Extracted data entries
■ ■ ■ ■ ■ ■ ■

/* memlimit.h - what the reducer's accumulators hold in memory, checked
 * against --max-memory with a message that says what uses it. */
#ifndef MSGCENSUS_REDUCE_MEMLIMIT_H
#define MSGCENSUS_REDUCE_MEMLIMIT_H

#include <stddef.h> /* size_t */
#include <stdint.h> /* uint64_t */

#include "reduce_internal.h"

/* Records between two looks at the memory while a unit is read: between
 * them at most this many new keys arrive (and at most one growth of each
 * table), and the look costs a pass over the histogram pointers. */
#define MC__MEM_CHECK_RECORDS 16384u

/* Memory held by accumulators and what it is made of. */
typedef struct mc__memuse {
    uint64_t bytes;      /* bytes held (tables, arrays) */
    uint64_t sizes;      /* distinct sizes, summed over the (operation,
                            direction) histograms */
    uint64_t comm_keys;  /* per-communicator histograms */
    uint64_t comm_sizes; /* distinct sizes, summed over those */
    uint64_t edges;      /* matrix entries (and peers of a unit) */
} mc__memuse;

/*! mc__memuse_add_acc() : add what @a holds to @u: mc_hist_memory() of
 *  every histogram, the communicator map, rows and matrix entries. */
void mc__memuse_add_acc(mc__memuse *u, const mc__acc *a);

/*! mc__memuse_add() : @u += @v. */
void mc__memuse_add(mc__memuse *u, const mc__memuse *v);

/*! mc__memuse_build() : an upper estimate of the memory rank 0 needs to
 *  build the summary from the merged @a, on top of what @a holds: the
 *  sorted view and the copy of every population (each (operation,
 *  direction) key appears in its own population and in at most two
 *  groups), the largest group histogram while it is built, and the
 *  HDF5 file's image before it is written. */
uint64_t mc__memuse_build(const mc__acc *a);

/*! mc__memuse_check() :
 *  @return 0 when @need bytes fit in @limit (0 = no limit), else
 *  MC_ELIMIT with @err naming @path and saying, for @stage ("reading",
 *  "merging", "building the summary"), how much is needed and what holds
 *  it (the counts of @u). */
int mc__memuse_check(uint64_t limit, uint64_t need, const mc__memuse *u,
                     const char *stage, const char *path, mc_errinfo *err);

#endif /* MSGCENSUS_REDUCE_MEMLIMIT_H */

■ ■ ■ ■ ■ ■ ■

YOUR OBJECTIVE: What is needed is an exact copy of the entries from their first line down to the line with "growth of each", that line included, and nothing beyond it.

EXERCISE RESULT:
/* memlimit.h - what the reducer's accumulators hold in memory, checked
 * against --max-memory with a message that says what uses it. */
#ifndef MSGCENSUS_REDUCE_MEMLIMIT_H
#define MSGCENSUS_REDUCE_MEMLIMIT_H

#include <stddef.h> /* size_t */
#include <stdint.h> /* uint64_t */

#include "reduce_internal.h"

/* Records between two looks at the memory while a unit is read: between
 * them at most this many new keys arrive (and at most one growth of each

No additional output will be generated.